Other than the immediate traction some of the above solutions might experience, the pandemic is likely to trigger FinTech activity in other areas and have a long-term impact in previously underpenetrated industries, none more likely than the healthcare sector. With current FinTech solutions only scratching the surface of the industry, the pandemic is likely to reveal the shortcomings of healthcare systems globally that need streamlining. HealthTech and other forms of digital health innovation will become more critical as Covid-19 spreads. Looking towards the future, the FinTech solutions that emerge from this crisis will help people, businesses and the government better manage our finances and lives in such unprecedented times.
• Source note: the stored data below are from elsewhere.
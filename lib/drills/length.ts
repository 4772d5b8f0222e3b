/**
 * Drill length and wording shared by every family: the bar cap (a drill practises one idea in a
 * few bars — at most 8, or twice the passage, whichever is larger; DRILL-RUBRIC "Short", common
 * practice), the first of several candidate drills that fits it, a last-resort cut that says what
 * it left out, and numbers that agree in grammar ("1 step", "2 steps").
 */
import type { Measure, NoteEvent, Passage } from "../score/types";
import type { Drill, DrillContext } from "./types";

/** Default cap in bars for a short passage (DRILL-RUBRIC "Short": at most 8 bars, common practice). */
export const DEFAULT_MAX_BARS = 8;

/**
 * The most bars a drill of this passage may have: the context's override, else the larger of 8
 * and twice the passage's bar count.
 *
 * @example
 * barCap(twoBarPassage); // 8
 * barCap(sixBarPassage); // 12
 */
export function barCap(passage: Passage, ctx?: Pick<DrillContext, "maxBars">): number {
  if (ctx?.maxBars !== undefined) return ctx.maxBars;
  const bars = Math.max(1, passage.to - passage.from + 1);
  return Math.max(DEFAULT_MAX_BARS, 2 * bars);
}

/** Number of bars a drill writes. */
export function drillBars(d: Drill): number {
  return d.score.measures.length;
}

/**
 * The first candidate whose drill fits the cap (candidates from the fullest to the shortest);
 * the last one when none fits. Candidates are built lazily, so the full version costs nothing
 * more when it already fits.
 *
 * @example
 * firstWithin(8, [() => twoOctaves(), () => oneOctave()]);
 */
export function firstWithin(cap: number, candidates: readonly (() => Drill)[]): Drill {
  let last: Drill | undefined;
  for (const make of candidates) {
    last = make();
    if (drillBars(last) <= cap) return last;
  }
  if (!last) throw new RangeError("firstWithin needs at least one candidate");
  return last;
}

/**
 * "n of N shown" for a family that writes only the first variants.
 *
 * @example
 * shownLabel(3, 12); // "3 of 12 shown"
 */
export function shownLabel(shown: number, total: number): string {
  return `${shown} of ${total} shown`;
}

/**
 * A count with its noun in the right number ("1 step", "2 steps"); `plural` for irregular nouns.
 *
 * @example
 * countOf(1, "scale step"); // "1 scale step"
 * countOf(3, "octave"); // "3 octaves"
 */
export function countOf(n: number, noun: string, plural = `${noun}s`): string {
  return `${n} ${n === 1 ? noun : plural}`;
}

/** The tie flag of a note whose continuation after the cut is gone. */
function cutTie(e: NoteEvent): NoteEvent["tie"] {
  if (e.tie === "start") return "none";
  if (e.tie === "continue") return "stop";
  return e.tie;
}

/**
 * A drill cut to its first `cap` bars (ties into the cut bars closed), its title saying how much
 * is shown ("first 8 of 14 bars shown"), when it is longer than `cap`; else the drill unchanged.
 * The last resort for a family that cannot shorten its own content.
 *
 * @example
 * capDrill(drill, 8).score.measures.length <= 8; // true
 */
export function capDrill(d: Drill, cap: number): Drill {
  const bars = drillBars(d);
  if (bars <= cap || cap < 1) return d;
  const measures: Measure[] = d.score.measures.slice(0, cap);
  const events: NoteEvent[] = [];
  for (const e of d.score.events) {
    if (e.measure >= cap) continue;
    events.push(e.measure === cap - 1 && (e.tie === "start" || e.tie === "continue") ? { ...e, tie: cutTie(e) } : e);
  }
  const kept = new Set(events.map((e) => e.id));
  const fingeringSource = Object.fromEntries(Object.entries(d.fingeringSource).filter(([id]) => kept.has(id)));
  const title = `${d.title} (first ${cap} of ${bars} bars shown)`;
  return {
    ...d,
    title,
    score: { ...d.score, meta: { ...d.score.meta, title }, measures, events },
    fingeringSource,
  };
}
For this to happen, there is a call to action for the investment community and governments around the world. They need to remain committed to and protect FinTechs as in these difficult times many may find themselves short of funding and / or working capital. Covid-19 is set to reset many parts of the global financial services industry, with FinTech (including start-up valuations) amongst the most affected. On the other hand, the current situation may also spur M&A activity as some FinTechs look to scale their operations in response to new opportunities or to just survive.